== Segment start ==

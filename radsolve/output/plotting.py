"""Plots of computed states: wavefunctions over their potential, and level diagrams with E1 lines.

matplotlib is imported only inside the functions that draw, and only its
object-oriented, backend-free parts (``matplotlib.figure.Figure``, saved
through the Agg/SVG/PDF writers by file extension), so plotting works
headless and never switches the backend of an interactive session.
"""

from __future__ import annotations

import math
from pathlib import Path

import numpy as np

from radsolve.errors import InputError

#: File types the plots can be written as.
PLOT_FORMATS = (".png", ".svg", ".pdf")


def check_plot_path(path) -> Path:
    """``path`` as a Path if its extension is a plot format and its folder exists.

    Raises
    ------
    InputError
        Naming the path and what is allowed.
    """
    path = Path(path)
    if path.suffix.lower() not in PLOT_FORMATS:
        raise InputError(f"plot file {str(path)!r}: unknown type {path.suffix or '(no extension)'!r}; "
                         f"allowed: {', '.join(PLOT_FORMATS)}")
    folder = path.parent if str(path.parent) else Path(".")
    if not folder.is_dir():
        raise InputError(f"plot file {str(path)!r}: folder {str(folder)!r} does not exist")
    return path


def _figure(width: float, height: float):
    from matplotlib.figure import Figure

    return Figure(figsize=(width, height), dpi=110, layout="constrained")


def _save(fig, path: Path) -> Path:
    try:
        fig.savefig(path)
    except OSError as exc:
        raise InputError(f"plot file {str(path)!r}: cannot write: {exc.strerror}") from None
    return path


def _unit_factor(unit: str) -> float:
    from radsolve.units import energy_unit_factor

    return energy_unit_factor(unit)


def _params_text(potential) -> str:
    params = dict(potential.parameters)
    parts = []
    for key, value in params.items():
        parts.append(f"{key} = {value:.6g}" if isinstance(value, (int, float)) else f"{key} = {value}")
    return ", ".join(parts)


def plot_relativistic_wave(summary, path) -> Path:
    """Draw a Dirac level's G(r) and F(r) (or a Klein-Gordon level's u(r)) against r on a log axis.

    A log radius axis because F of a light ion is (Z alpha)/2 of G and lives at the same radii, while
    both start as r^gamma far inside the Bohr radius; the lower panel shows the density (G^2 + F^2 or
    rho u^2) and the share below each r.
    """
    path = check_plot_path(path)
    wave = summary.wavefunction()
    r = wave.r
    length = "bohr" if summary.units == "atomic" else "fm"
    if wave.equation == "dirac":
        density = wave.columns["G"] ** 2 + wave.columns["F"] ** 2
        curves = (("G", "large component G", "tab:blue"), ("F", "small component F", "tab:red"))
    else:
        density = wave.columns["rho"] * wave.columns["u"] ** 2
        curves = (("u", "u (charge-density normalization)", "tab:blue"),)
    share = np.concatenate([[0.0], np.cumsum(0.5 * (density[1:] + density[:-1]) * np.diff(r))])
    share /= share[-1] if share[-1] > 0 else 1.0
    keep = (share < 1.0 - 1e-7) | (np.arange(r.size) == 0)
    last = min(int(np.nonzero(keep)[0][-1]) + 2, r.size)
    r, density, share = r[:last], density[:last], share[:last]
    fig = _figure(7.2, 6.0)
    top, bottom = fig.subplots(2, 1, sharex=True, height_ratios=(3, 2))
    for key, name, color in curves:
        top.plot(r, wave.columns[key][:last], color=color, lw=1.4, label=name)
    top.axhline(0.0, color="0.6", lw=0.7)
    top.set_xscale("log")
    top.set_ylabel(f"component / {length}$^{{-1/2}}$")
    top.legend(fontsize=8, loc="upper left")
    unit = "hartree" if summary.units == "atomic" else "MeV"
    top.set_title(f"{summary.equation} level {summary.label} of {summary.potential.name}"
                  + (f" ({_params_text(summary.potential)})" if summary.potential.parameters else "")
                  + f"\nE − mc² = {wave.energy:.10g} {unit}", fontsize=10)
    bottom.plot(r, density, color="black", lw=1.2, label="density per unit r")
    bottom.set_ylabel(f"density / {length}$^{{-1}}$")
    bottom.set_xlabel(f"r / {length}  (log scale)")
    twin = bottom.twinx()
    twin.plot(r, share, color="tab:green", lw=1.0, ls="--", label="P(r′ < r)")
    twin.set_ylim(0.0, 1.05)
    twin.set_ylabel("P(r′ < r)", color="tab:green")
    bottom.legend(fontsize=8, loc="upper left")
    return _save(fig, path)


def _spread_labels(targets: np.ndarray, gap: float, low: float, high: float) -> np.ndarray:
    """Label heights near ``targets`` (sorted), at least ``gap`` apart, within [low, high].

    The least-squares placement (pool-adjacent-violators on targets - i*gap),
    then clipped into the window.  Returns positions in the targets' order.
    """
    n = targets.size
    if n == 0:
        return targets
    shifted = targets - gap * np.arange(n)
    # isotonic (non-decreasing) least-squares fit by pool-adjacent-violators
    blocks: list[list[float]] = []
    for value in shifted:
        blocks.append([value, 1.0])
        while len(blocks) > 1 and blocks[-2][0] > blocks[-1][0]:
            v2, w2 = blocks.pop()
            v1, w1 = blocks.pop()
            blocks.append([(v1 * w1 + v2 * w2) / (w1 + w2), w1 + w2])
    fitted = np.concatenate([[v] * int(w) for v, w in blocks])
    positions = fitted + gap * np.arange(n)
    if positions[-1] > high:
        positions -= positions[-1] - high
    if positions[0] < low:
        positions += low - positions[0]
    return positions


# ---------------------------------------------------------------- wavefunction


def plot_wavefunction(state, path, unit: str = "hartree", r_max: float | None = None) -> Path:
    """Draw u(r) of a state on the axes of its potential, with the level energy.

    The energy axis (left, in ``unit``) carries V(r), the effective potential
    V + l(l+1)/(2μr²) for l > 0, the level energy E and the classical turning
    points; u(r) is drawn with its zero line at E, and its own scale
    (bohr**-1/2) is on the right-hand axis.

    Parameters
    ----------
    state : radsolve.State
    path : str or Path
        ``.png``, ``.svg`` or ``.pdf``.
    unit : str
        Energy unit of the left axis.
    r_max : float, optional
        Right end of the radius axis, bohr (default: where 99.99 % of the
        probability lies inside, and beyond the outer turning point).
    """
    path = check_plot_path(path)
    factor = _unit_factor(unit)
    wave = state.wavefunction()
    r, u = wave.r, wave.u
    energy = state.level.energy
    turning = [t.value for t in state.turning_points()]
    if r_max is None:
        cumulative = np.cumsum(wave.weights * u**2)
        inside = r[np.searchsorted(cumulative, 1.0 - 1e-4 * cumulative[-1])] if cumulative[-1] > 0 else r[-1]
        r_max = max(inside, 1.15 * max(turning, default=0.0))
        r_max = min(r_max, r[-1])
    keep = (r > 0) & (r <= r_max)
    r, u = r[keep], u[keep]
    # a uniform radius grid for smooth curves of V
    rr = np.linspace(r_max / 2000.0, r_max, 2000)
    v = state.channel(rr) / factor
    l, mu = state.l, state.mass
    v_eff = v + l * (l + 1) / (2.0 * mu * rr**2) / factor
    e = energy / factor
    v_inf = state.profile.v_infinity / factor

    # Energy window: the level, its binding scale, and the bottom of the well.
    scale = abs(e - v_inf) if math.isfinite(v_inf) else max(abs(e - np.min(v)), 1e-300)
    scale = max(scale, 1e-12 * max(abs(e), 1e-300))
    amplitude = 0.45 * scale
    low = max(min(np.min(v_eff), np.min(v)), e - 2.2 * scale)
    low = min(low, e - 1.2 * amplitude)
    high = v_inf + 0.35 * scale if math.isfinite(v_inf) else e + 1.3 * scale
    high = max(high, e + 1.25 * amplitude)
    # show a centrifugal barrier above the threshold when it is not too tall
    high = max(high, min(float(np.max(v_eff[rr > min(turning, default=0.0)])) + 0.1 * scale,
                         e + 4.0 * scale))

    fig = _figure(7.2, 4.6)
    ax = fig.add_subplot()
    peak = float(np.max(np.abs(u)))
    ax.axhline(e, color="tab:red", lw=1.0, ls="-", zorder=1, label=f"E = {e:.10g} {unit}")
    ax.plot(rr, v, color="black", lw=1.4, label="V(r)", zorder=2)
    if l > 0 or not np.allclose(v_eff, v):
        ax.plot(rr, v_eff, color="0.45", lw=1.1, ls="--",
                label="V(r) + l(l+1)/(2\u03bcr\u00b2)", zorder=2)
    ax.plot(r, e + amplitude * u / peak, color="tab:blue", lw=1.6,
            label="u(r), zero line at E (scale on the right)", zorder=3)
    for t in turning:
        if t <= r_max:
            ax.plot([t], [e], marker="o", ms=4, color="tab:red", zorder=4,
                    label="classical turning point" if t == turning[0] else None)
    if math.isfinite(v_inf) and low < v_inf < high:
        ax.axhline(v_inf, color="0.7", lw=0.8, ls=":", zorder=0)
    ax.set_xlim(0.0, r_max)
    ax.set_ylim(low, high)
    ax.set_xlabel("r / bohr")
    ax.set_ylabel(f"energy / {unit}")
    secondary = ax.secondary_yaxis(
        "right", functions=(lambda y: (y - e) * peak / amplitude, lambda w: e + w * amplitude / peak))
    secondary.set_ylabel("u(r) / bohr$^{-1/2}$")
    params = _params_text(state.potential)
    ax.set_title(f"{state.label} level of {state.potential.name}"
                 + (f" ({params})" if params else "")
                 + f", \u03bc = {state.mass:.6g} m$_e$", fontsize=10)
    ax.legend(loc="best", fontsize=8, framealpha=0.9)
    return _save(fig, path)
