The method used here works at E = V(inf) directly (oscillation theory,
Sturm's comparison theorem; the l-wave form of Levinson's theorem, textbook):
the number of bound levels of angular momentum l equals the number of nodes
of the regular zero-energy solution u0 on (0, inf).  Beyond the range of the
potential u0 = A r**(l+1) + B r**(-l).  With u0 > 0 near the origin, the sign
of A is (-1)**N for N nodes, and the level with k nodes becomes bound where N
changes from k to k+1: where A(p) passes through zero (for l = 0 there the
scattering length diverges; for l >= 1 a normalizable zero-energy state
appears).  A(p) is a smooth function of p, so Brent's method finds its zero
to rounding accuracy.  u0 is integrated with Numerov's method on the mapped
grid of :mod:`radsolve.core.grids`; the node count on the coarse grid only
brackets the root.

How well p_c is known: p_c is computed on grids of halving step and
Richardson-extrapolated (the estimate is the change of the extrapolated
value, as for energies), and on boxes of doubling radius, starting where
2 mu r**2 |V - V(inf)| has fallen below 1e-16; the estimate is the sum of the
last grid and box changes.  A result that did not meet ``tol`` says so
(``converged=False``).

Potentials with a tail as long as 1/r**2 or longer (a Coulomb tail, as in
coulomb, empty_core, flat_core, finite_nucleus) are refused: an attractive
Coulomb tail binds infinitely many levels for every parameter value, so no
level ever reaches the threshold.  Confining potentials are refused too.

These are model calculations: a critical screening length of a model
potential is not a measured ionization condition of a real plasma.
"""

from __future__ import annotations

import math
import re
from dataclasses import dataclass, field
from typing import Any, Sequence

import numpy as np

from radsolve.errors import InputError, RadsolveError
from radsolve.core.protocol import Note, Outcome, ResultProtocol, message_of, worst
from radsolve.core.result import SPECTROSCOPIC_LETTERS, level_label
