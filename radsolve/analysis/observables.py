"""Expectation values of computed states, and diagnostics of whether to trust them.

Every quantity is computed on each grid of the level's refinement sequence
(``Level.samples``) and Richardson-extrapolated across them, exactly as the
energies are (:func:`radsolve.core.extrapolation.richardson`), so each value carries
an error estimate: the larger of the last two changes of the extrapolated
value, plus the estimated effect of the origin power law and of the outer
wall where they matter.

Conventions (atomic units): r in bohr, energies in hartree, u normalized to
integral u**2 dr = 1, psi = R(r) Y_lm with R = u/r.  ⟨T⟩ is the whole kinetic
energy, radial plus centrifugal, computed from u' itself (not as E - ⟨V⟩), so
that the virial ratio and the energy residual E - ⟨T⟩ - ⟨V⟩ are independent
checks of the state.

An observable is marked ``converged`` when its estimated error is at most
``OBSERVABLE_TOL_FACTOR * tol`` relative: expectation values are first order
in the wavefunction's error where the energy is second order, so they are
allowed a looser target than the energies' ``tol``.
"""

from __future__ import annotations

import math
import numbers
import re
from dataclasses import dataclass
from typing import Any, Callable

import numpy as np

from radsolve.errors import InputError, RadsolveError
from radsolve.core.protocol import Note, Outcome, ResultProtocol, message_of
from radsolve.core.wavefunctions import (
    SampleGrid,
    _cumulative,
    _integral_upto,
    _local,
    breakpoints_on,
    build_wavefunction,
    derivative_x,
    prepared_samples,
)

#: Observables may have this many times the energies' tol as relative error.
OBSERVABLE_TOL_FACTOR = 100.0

== Segment end ==

(Task): Copy out each line of the data above, exactly, if it lies between the line holding "if summary.potential.parameters else" and the line holding "v1, w1 = blocks.pop()", inclusive; copy no other line.

(Exercise solution):
                  + (f" ({_params_text(summary.potential)})" if summary.potential.parameters else "")
                  + f"\nE − mc² = {wave.energy:.10g} {unit}", fontsize=10)
    bottom.plot(r, density, color="black", lw=1.2, label="density per unit r")
    bottom.set_ylabel(f"density / {length}$^{{-1}}$")
    bottom.set_xlabel(f"r / {length}  (log scale)")
    twin = bottom.twinx()
    twin.plot(r, share, color="tab:green", lw=1.0, ls="--", label="P(r′ < r)")
    twin.set_ylim(0.0, 1.05)
    twin.set_ylabel("P(r′ < r)", color="tab:green")
    bottom.legend(fontsize=8, loc="upper left")
    return _save(fig, path)


def _spread_labels(targets: np.ndarray, gap: float, low: float, high: float) -> np.ndarray:
    """Label heights near ``targets`` (sorted), at least ``gap`` apart, within [low, high].

    The least-squares placement (pool-adjacent-violators on targets - i*gap),
    then clipped into the window.  Returns positions in the targets' order.
    """
    n = targets.size
    if n == 0:
        return targets
    shifted = targets - gap * np.arange(n)
    # isotonic (non-decreasing) least-squares fit by pool-adjacent-violators
    blocks: list[list[float]] = []
    for value in shifted:
        blocks.append([value, 1.0])
        while len(blocks) > 1 and blocks[-2][0] > blocks[-1][0]:
            v2, w2 = blocks.pop()
            v1, w1 = blocks.pop()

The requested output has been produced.